CARRERA ESPECTACULAR
Rudisha bate el récord del mundo de 800 en presencia de Coe
Dieciséis años duró el récord de 800 de sir Sebastian Coe, presidente del comité organizador de estos Juegos. Su sucesor, el danés de origen keniano Wilson Kipketer, lo retuvo otros 13 hasta que llegó David Rudisha y lo superó hace un par de temporadas. Anoche, con Coe en la grada del estadio de Stratford, lleno como siempre, Rudisha, de 23 años, fue el primer hombre en bajar de 1.41 minutos, liderando la carrera de principio a fin, cubriendo la primera vuelta en 49.28 segundos y finalizando en 51.63 la segunda. Total: 1:40.91, nueva plusmarca mundial.
Rudisha hizo de liebre involuntaria al resto de los finalistas, que sumaron dos récords nacionales, cuatro marcas personales y la plusmarca mundial júnior para Nijel Amos, un corredor de Botsuana que finalizó segundo con 1.41.73. ¡Y todavía no ha cumplido los 18 años!
Sin duda, esta ha sido la mejor carrera de 800 de la historia, inolvidable por sus resultados pero también por la estremecedora galopada de Rudisha, preparado por el religioso irlandés Colm O’Connel en Itén, Kenya, descubridor del talento de Wilson Kipketer antes de que este se nacionalizara en Dinamarca tras su matrimonio con una danesa.
Zancadas como poesía
«Su zancada es como una poesía», afirma Tom Payne, un cazatalentos británico que vive seis meses al año en Itén junto a Saint Patricks, la escuela dirigida por O’Connel en la que estudió Rudisha, un masai atípico. Sin duda, el biotipo de este atleta y su estilo de carrera impresionan por su elegancia y armonía.

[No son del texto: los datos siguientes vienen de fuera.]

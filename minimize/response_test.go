package minimize

import (
	"context"
	"errors"
	"math"
	"strings"
	"testing"

	"github.com/tenter-go/tenter/action"
	"github.com/tenter-go/tenter/constraint"
	"github.com/tenter-go/tenter/field"
	"github.com/tenter-go/tenter/lattice"
)

// respond returns the influence of one change.
func respond(t *testing.T, f Functional, held *constraint.Set, found *Found, set *Settings, c Change) *Influence {
	t.Helper()
	r, err := NewResponse(f, held, found, set)
	if err != nil {
		t.Fatal(err)
	}
	all, err := r.Of(c)
	if err != nil {
		t.Fatal(err)
	}
	return all[0]
}

// difference returns (up − down)/2d of two histories.
func difference(up, down *field.History, d float64) *field.History {
	h := up.Clone()
	for e, v := range down.Data {
		h.Data[e] = (h.Data[e] - v) / (2 * d)
	}
	return h
}

// One condition too many for a sine-Gordon kink: the response of the whole
// history to the pinned value is the derivative of what the solver finds, the
// curvature of the residual included, which the equation does not meet.
func TestResponseOfAPinAgainstSolvingAgain(t *testing.T) {
	set := &Settings{ResidualScale: 0.5, Flatness: 1e-10}
	solve := func(off float64) (*action.Discrete, *constraint.Set, *Found, lattice.Event) {
		s, held, start, at := overdetermined(t, off)
		found, err := LeastResidual(context.Background(), s, held, start, set)
		if err != nil {
			t.Fatal(err)
		}
		return s, held, found, at
	}
	const off, d = 0.8, 1e-2
	s, held, found, at := solve(off)
	got := respond(t, s, held, found, set, Change{Part: PinnedValue, Event: at}).History
	// Richardson's combination of two central differences leaves an error of
	// order d⁴ times the fifth derivative, a few units.
	diff := func(d float64) *field.History {
		_, _, up, _ := solve(off + d)
		_, _, down, _ := solve(off - d)
		return difference(up.History, down.History, d)
	}
	coarse, fine := diff(2*d), diff(d)
	for e, v := range fine.Data {
		fine.Data[e] = (4*v - coarse.Data[e]) / 3
	}
	if n, i, _ := s.Block().Index(at); got.At(n, 0, i) != 1 {
		t.Errorf("the pin itself moves by %v", got.At(n, 0, i))
	}
	if miss := got.MaxDifference(fine); miss > 1e-6 {
		t.Errorf("response differs from that of re-solves by %.2e", miss)
	}
}

// A driven, damped field with a rate and a slice held. The pinned slice 0 takes
// slice 2 with it.
func TestResponseMovesWhatRatesJoin(t *testing.T) {
	clock, line := lattice.Axis{Step: 0.08, Sites: 16}, lattice.Axis{From: -2, Step: 0.1, Sites: 41}
	s := newAction(t, clock, line, action.Wave{Potential: action.Mass(1), Alpha: action.Uniform(0.2)})
	solve := func(v float64) (*constraint.Set, *Found) {
		held := constraint.On(s.Block())
		held.Part(0, 0, 40, field.NewSlice(1, 40))
		held.Event(0, 2, v)
		held.Rate(1, field.NewSlice(1, 41))
		found, err := LeastResidual(context.Background(), s, held, field.NewHistory(s.Block(), 1), nil)
		if err != nil {
			t.Fatal(err)
		}
		return held, found
	}
	held, found := solve(0.5)
	_, other := solve(1.5)
	got := respond(t, s, held, found, nil, Change{Event: lattice.Event{T: 0, X: 2}}).History
	if got.At(2, 0, 40) != 1 {
		t.Errorf("slice 2 moves by %v with the pin on slice 0; want 1", got.At(2, 0, 40))
	}
	// The problem is linear: rounding, and the tolerance of the solves.
	for e, v := range got.Data {
		if want := other.History.Data[e] - found.History.Data[e]; math.Abs(v-want) > 1e-10 {
			t.Fatalf("value %d moves by %v, in another solve by %v", e, v, want)
		}
	}
}

// Every kind of condition on a minimum, against solving again.
func TestResponsesOfAMinimum(t *testing.T) {
	b := lattice.Block{Time: lattice.Axis{Step: 0.5, Sites: 7}, Space: lattice.Axis{Step: 0.4, Sites: 9}}
	event := func(n, i int) lattice.Event { return b.At(n, i) }
	solve := func(c Change, by float64) (*action.Discrete, *constraint.Set, *Found) {
		move := func(p Part) float64 {
			if p == c.Part {
				return by
			}
			return 0
		}
		s, err := action.New(b, action.Wave{
			Potential: action.Phi4{}, Signature: action.Euclidean,
			Source: action.Over(func(x, t float64) float64 {
				j := 0.3 * math.Sin(3*x+t)
				if e := event(4, 6); math.Abs(x-e.X)+math.Abs(t-e.T) < 1e-9 {
					j += move(SourceImpulse) / (b.Time.Step * b.Space.Step)
				}
				return j
			}),
		})
		if err != nil {
			t.Fatal(err)
		}
		held := constraint.On(b)
		held.Event(event(2, 3).T, event(2, 3).X, 1.2+move(PinnedValue))
		held.Observe(event(5, 1).T, event(5, 1).X, 0.7+move(ObservedValue), 0.3)
		mean, average := 0.0, 0.0
		if c.Name == "mean of slice 6" {
			mean = by
		} else if c.Part == LinearValue {
			average = by
		}
		held.Mean(6, 0.9+mean)
		held.Average(event(3, 7).T, event(3, 7).X, 0.8+average, constraint.Window{Width: 0.8}).Soft(0.2)
		held.Bound(event(1, 7).T, event(1, 7).X, math.Inf(-1), 0.6)
		start := field.NewHistory(b, 1)
		for e := range start.Data {
			start.Data[e] = 1
		}
		found, err := Minimum(context.Background(), s, held, start, &Settings{Tolerance: 1e-12})
		if err != nil {
			t.Fatal(err)
		}
		return s, held, found
	}
	for _, c := range []Change{
		{Part: PinnedValue, Event: event(2, 3)},
		{Part: SourceImpulse, Event: event(4, 6)},
		{Part: ObservedValue, Event: event(5, 1)},
		{Part: LinearValue, Event: event(6, 0), Name: "mean of slice 6"},
		{Part: LinearValue, Event: event(3, 7)},
	} {
		s, held, found := solve(c, 0)
		got := respond(t, s, held, found, nil, c).History
		const d = 1e-3
		_, _, up := solve(c, d)
		_, _, down := solve(c, -d)
		// d²/6 of the third derivative, of order 1
		if miss := got.MaxDifference(difference(up.History, down.History, d)); miss > 1e-6 {
			t.Errorf("%v: differs from that of re-solves by %.2e", c, miss)
		}
		if got.MaxAbs() < 1e-3 {
			t.Errorf("%v: moves nothing", c)
		}
		if v := got.At(1, 0, 7); v != 0 {
			t.Errorf("%v: the active bound moves by %v", c, v)
		}
	}
}

// product is V = ½φ₀²φ₁².
type product struct{}

func (product) Components() int { return 2 }

func (product) Value(dst []float64, phi field.Slice, _ action.Sites) {
	for i := range dst {
		p := phi.At(0, i) * phi.At(1, i)
		dst[i] = p * p / 2
	}
}

func (product) Slope(dst, phi field.Slice, _ action.Sites) {
	for i := range phi.Sites {
		a, b := phi.At(0, i), phi.At(1, i)
		dst.Component(0)[i], dst.Component(1)[i] = a*b*b, a*a*b
	}
}

func (product) Curvature(dst, phi field.Slice, _ action.Sites) {
	for i := range phi.Sites {
		a, b := phi.At(0, i), phi.At(1, i)
		dst.Component(0)[i], dst.Component(3)[i] = b*b, a*a
		dst.Component(1)[i], dst.Component(2)[i] = 2*a*b, 2*a*b
	}
}

// Two components coupled by a potential, one of them pinned where the residual is
// not zero: the curvature of the residual couples them.
func TestResponseOfTwoComponents(t *testing.T) {
	clock, line := lattice.Axis{Step: 0.1, Sites: 12}, lattice.Axis{From: -1, Step: 0.2, Sites: 11}
	s := newAction(t, clock, line, action.Wave{Potential: product{}, Components: 2})
	set := &Settings{Flatness: 1e-9}
	solve := func(off float64) (*constraint.Set, *Found) {
		held := constraint.On(s.Block())
		first := field.NewSlice(2, 11)
		for i := range first.Data {
			first.Data[i] = 0.5 + 0.1*float64(i%5)
		}
		held.Slice(0, first)
		held.Slice(1, first)
		held.Component(0).Event(0.7, 0, 1.2+off)
		held.Component(0).Event(0.9, 0.2, 0.5)
		found, err := LeastResidual(context.Background(), s, held, field.Repeat(s.Block(), first), set)
		if err != nil {
			t.Fatal(err)
		}
		return held, found
	}
	held, found := solve(0)
	got := respond(t, s, held, found, set, Change{Event: lattice.Event{T: 0.7, X: 0}}).History
	const d = 1e-3
	_, up := solve(d)
	_, down := solve(-d)
	// d²/6 of the third derivative, of order 1
	if miss := got.MaxDifference(difference(up.History, down.History, d)); miss > 1e-6 {
		t.Errorf("differs from that of re-solves by %.2e", miss)
	}
}

func TestResponseRefuses(t *testing.T) {
	s, held, start, at := overdetermined(t, 0.2)
	found, err := LeastResidual(context.Background(), s, held, start, nil)
	if err != nil {
		t.Fatal(err)
	}
	says := func(err error, words ...string) {
		t.Helper()
		if err == nil {
			t.Error("no error")
			return
		}
		for _, w := range words {
			if !strings.Contains(err.Error(), w) {
				t.Errorf("%v: does not say %q", err, w)
			}
		}
	}
	_, err = NewResponse(s, held, found, &Settings{ResidualScale: 2})
	says(err, "costs", "report")
	_, err = NewResponse(s, nil, found, nil)
	says(err, "unknowns")
	stopped := *found
	stopped.Report.Status = Stopped
	_, err = NewResponse(s, held, &stopped, nil)
	says(err, "stopped", "converged")
	_, err = NewResponse(s, held, found, &Settings{Memory: 1})
	says(err, "response", "limits")
	r, err := NewResponse(s, held, found, nil)
	if err != nil {
		t.Fatal(err)
	}
	free := lattice.Event{T: 0.8, X: 0}
	for _, c := range []struct {
		change Change
		says   string
	}{
		{Change{Event: free}, "free"},
		{Change{Event: lattice.Event{T: 0.81, X: 0}}, "(0, 0.81)"},
		{Change{Event: at, Component: 1}, "component 1"},
		{Change{Part: SourceImpulse, Event: lattice.Event{T: 0, X: 0}}, "no field equation"},
		{Change{Part: ObservedValue, Event: free}, "0 observations"},
		{Change{Part: LinearValue, Event: free}, "0 linear conditions"},
		{Change{Part: 9, Event: free}, "part(9)"},
	} {
		_, err := r.Of(c.change)
		says(err, c.says)
	}

	// With one slice pinned the history is not determined.
	few := constraint.On(s.Block())
	few.Slice(0, start.Slice(0))
	loose, err := LeastResidual(context.Background(), s, few, start, nil)
	if err != nil {
		t.Fatal(err)
	}
	var u *Undetermined
	if _, err = NewResponse(s, few, loose, nil); !errors.As(err, &u) || u.Smallest > 1e-12*u.Largest {
		t.Errorf("%v; want an Undetermined", err)
	}
}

En Itén, una pequeña localidad al borde del Rift Valley, a 2.400 metros de altitud, se concentran cerca de un millar de corredores kenianos aspirantes a campeones olímpicos o mundiales, o simplemente a ganadores de alguno de los maratones mejor premiados del mundo. El lugar reúne a atletas de cualquier parte del globo, como el británico de origen somalí Mo Farah, flamante campeón olímpico de 10.000, atraídos por las extraordinarias condiciones que ofrece para entrenar la larga distancia. Rudisha, capitán de la selección keniana, es su mejor reclamo.